We can apply the tuned config on the request for an example task:

response = autogen.ChatCompletion.create(context=tune_data[1], config_list=config_list, **config)
metric_results = eval_math_responses(autogen.ChatCompletion.extract_text(response), **tune_data[1])
print("response on an example data instance:", response)
print("metric_results on the example data instance:", metric_results)

Evaluate the success rate on the test data

You can use autogen.ChatCompletion.test to evaluate the performance of an entire dataset with the tuned config. The following code will take a while (30 mins to 1 hour) to evaluate all the test data instances if uncommented and run. It will cost roughly $3.
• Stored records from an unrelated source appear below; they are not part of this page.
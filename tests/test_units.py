"""Numbers with units: exact, pint's own factors, common practice, and one clear message for what is wrong."""

from __future__ import annotations

import subprocess
import sys
from fractions import Fraction

import pint
import pytest
from hypothesis import given
from hypothesis import strategies as st

from headrace import units
from headrace.errors import InputError
from headrace.values.elements import ATOMIC_WEIGHTS, molar_mass, neutral_mass
from headrace.values.facts import Facts

KINDS = [value for value in vars(units).values() if isinstance(value, units.Kind)]
DECIMALS = st.decimals("0.01", "9.99", places=2)
WATER, GLUCOSE = {"H": 2, "O": 1}, {"C": 6, "H": 12, "O": 6}


@pytest.mark.parametrize("kind", KINDS, ids=lambda kind: kind.accepted[:20])
@given(number=DECIMALS)
def test_a_number_in_an_internal_unit_is_read_as_written(kind: units.Kind, number: object) -> None:
    for form in kind.forms:
        expected = Fraction(str(number))
        if form.least <= expected <= form.most:
            assert units.read(f"{number} {form.unit}", kind) == (expected, form.unit)


@given(number=DECIMALS, above=st.sampled_from(["mmol", "mol", "umol", "µmol", "nmol"]), time=st.sampled_from(["h", "min", "s"]))
def test_any_units_of_a_rate_give_the_rate(number: object, above: str, time: str) -> None:
    factor = units.TABLE[above][1] / units.TABLE[time][1]
    value = Fraction(str(number)) * factor
    if Fraction("1e-6") <= value <= 10_000:
        assert units.read(f"{number} {above}/gDW/{time}", units.RATE) == (value, "mmol/gDW/h")
        shown = units.read(f"{float(value)!r} mmol/gDW/h", units.RATE).value
        assert float(shown) == float(value)


@pytest.fixture(scope="module")
def registry() -> pint.UnitRegistry:
    """Pint's own, with exact numbers and grams of dry cells."""
    registry = pint.UnitRegistry(non_int_type=Fraction)
    registry.define("gDW = [dry_weight] = gDCW = gCDW")
    return registry


@pytest.mark.parametrize("unit", units.TABLE)
def test_the_table_is_pints(unit: str, registry: pint.UnitRegistry) -> None:
    base = {"amount": "mmol", "mass": "g", "dry cells": "gDW", "time": "hour", "volume": "liter", "activity": "umol/min",
            "share": "percent"}
    dimension, factor = units.TABLE[unit]
    assert registry.Quantity(Fraction(1), registry.parse_units(unit)).to(base[dimension]).magnitude == factor
    assert units.ask_pint(unit) == ((dimension,), (), factor)


@pytest.mark.parametrize(
    ("text", "kind", "value", "unit"),
    [
        ("6.0 mmol/gDW/h", units.RATE, "6", "mmol/gDW/h"),
        ("6 mmol/(gDW h)", units.RATE, "6", "mmol/gDW/h"),
        ("6 mmol gDW^-1 h^-1", units.RATE, "6", "mmol/gDW/h"),
        ("6 mmol·gDW⁻¹·h⁻¹", units.RATE, "6", "mmol/gDW/h"),
        ("6 mmol per gDW per h", units.RATE, "6", "mmol/gDW/h"),
        ("6 mmol/gDCW/h", units.RATE, "6", "mmol/gDW/h"),
        ("100 umol/gDW/min", units.RATE, "6", "mmol/gDW/h"),
        ("6 mol/kgDW/h", units.RATE, "6", "mmol/gDW/h"),
        ("0.15 /h", units.GROWTH, "3/20", "1/h"),
        ("0.15 1/h", units.GROWTH, "3/20", "1/h"),
        ("0.15 h-1", units.GROWTH, "3/20", "1/h"),
        ("3.6 /day", units.GROWTH, "3/20", "1/h"),
        ("0.5 gDW/g", units.GROWTH, "1/2", "gDW/g"),
        ("90 gDW/mol", units.GROWTH, "9/100", "gDW/mmol"),
        ("0.3 mol/mol", units.YIELD, "3/10", "mol/mol"),
        ("250 mg/g", units.YIELD, "1/4", "g/g"),
        ("2 g/L/h", units.PRODUCTIVITY, "2", "g/L/h"),
        ("48 g/L/d", units.PRODUCTIVITY, "2", "g/L/h"),
        ("2 mM/h", units.PRODUCTIVITY, "2", "mmol/L/h"),
        ("20 g/L", units.CELL_DENSITY, "20", "g/L"),
        ("20 gDW/L", units.CELL_DENSITY, "20", "gDW/L"),
        ("0.12 U/mg", units.CAPACITY, "3/25", "U/mg"),
        ("2 nkat/mg", units.CAPACITY, "3/25", "U/mg"),
        ("1.5 mmol/gDW", units.CONTENT, "3/2", "mmol/gDW"),
        ("1.49 mol/mol", units.RATIO, "149/100", "mol/mol"),
        ("5 %", units.SHARE, "5", "%"),
    ],
)
def test_spellings(text: str, kind: units.Kind, value: str, unit: str) -> None:
    assert units.read(text, kind) == (Fraction(value), unit)


@pytest.mark.parametrize("zero", [0, 0.0, "0", "0 /h"])
def test_a_resting_phase_is_zero(zero: object) -> None:
    assert units.read(zero, units.GROWTH) == (0, "1/h")


@pytest.mark.parametrize(
    ("text", "kind", "says"),
    [
        (6.0, units.RATE, "a number without a unit"),
        ("6", units.RATE, "a number without a unit"),
        (True, units.GROWTH, "where a growth rate or a biomass yield is needed"),
        (None, units.RATE, "no number with a unit"),
        ("6 mmol", units.RATE, "'mmol' is not a unit of a rate"),
        ("6 mmol/g/h", units.RATE, "'mmol/g/h' is not a unit of a rate"),
        ("6 mmol/gDW h", units.RATE, "two ways"),
        ("6 foo/gDW/h", units.RATE, "'foo' is not a unit"),
        ("6 mmol//h", units.RATE, "is not a unit"),
        ("6 K/gDW/h", units.RATE, "'K' is not a unit that can stand here"),
        ("0.3 g/mol", units.YIELD, "'g/mol' is not a unit of a yield"),
        ("-1 mmol/gDW/h", units.RATE, "can't be negative"),
        ("6,0 mmol/gDW/h", units.RATE, "this is not a rate"),
        ("nan mmol/gDW/h", units.RATE, "this is not a rate"),
        ("6 x 10 mmol/gDW/h", units.RATE, "is not a unit"),
        ("1e99 mmol/gDW/h", units.RATE, "outside of what can be computed with"),
        ("1e-9 mmol/gDW/h", units.RATE, "outside of what can be computed with"),
        ("1e999999999 mmol/gDW/h", units.RATE, "is not a unit"),
        ("9" * 200 + " /h", units.GROWTH, "this is not a growth rate"),
        ("0 g/L", units.CELL_DENSITY, "outside of what can be computed with"),
        ("120 %", units.SHARE, "outside of what can be computed with"),
    ],
)
def test_what_is_wrong_is_said_with_what_is_accepted(text: object, kind: units.Kind, says: str) -> None:
    with pytest.raises(InputError) as caught:
        units.read(text, kind)
    assert says in caught.value.message
    assert caught.value.accepted
    assert len(str(caught.value)) < 600


def test_a_bare_number_names_the_units() -> None:
    with pytest.raises(InputError) as caught:
        units.read(6.0, units.RATE)
    assert '"6.0 mmol/gDW/h"' in caught.value.accepted and '"1.1 g/gDW/h"' in caught.value.accepted


@given(st.text(max_size=40))
def test_any_text_is_read_or_refused(text: str) -> None:
    for kind in (units.RATE, units.GROWTH):
        try:
            assert units.read(text, kind).value >= 0
        except InputError as error:
            assert str(error)


def test_activity_by_hand() -> None:
    """0.12 U/mg protein, 0.5 g protein/gDW: 0.12 umol/min/mg = 7.2 mmol/h per g protein, times 0.5 = 3.6 mmol/gDW/h."""
    assert units.activity_to_rate(Fraction("0.12"), Fraction("0.5")) == Fraction("3.6")


def test_mass_by_hand() -> None:
    """1 g/gDW/h of glucose, 180.156 g/mol, is 5.5507 mmol/gDW/h."""
    assert float(units.mass_to_rate(Fraction(1), molar_mass(GLUCOSE))) == pytest.approx(5.5507, abs=5e-5)


@pytest.mark.parametrize(
    ("formula", "mass"),
    [
        (WATER, 18.015),
        (GLUCOSE, 180.156),
        ({"C": 6, "H": 14, "N": 2, "O": 2}, 146.190),  # lysine, free base
        ({"C": 6, "H": 15, "N": 2, "O": 2, "Cl": 1}, 182.65),  # and its hydrochloride
        ({"C": 34, "H": 32, "Fe": 1, "N": 4, "O": 4}, 616.50),  # heme b
        ({"C": 16, "H": 32, "O": 2}, 256.43),  # palmitic acid
    ],
)
def test_molar_masses_of_the_trade(formula: dict[str, int], mass: float) -> None:
    """Catalogue values, to their printed digits."""
    assert float(molar_mass(formula)) == pytest.approx(mass, abs=0.006)


def test_an_ion_is_weighed_as_its_acid_or_base() -> None:
    assert neutral_mass({"C": 4, "H": 4, "O": 4}, -2) == molar_mass({"C": 4, "H": 6, "O": 4})
    assert neutral_mass({"C": 6, "H": 15, "N": 2, "O": 2}, 1) == molar_mass({"C": 6, "H": 14, "N": 2, "O": 2})


def test_every_element_of_the_facts_has_a_weight(facts: Facts) -> None:
    elements = {element for compound in facts.compounds.values() for element in compound.formula}
    assert elements - {"R", "X"} <= set(ATOMIC_WEIGHTS)


def test_common_units_do_without_pint() -> None:
    code = """
import sys
from headrace import units
for text in ("6.0 mmol/gDW/h", "1.1 g/gDW/h"):
    units.read(text, units.RATE)
units.read("0.15 /h", units.GROWTH), units.read("0.12 U/mg", units.CAPACITY), units.read("2 g/L/h", units.PRODUCTIVITY)
assert "pint" not in sys.modules
units.read("0.5 kmol/kgDW/h", units.RATE)
assert "pint" in sys.modules
"""
    subprocess.run([sys.executable, "-c", code], check=True)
# result = autogen.ChatCompletion.test(test_data, logging_level=logging.INFO, config_list=config_list, **config)
# print("performance on test data with the tuned config:", result)

What about the default, untuned gpt-4 config (with the same prompt as the tuned config)? We can evaluate it and compare:

# the following code will cost roughly $2 if uncommented and run.

# default_config = {"model": 'gpt-4', "prompt": prompts[0], "allow_format_str_template": True}
# default_result = autogen.ChatCompletion.test(test_data, config_list=config_list, **default_config)
# print("performance on test data from gpt-4 with a default config:", default_result)
# print("tuned config succeeds in {:.1f}% test cases".format(result["success_vote"] * 100))
# print("untuned config succeeds in {:.1f}% test cases".format(default_result["success_vote"] * 100))

The default use of GPT-4 has a much lower accuracy. Note that the default config has a lower inference cost. What if we heuristically increase the number of responses n?

# The following evaluation costs $3 and longer than one hour if you uncomment it and run it.

# config_n2 = {"model": 'gpt-4', "prompt": prompts[0], "n": 2, "allow_format_str_template": True}
# result_n2 = autogen.ChatCompletion.test(test_data, config_list=config_list, **config_n2)
# print("performance on test data from gpt-4 with a default config and n=2:", result_n2)

The inference cost is doubled and matches the tuned config. But the success rate doesn’t improve much. What if we further increase the number of responses n to 5?

# The following evaluation costs $8 and longer than one hour if you uncomment it and run it.

# config_n5 = {"model": 'gpt-4', "prompt": prompts[0], "n": 5, "allow_format_str_template": True}
# result_n5 = autogen.ChatCompletion.test(test_data, config_list=config_list, **config_n5)
# print("performance on test data from gpt-4 with a default config and n=5:", result_n5)

We find that the ‘success_vote’ metric is increased at the cost of exceeding the inference budget. But the tuned configuration has both higher ‘success_vote’ (91% vs. 87%) and lower average inference cost ($0.015 vs. $0.037 per instance).

A developer could use AG2 to tune the configuration to satisfy the target inference budget while maximizing the value out of it.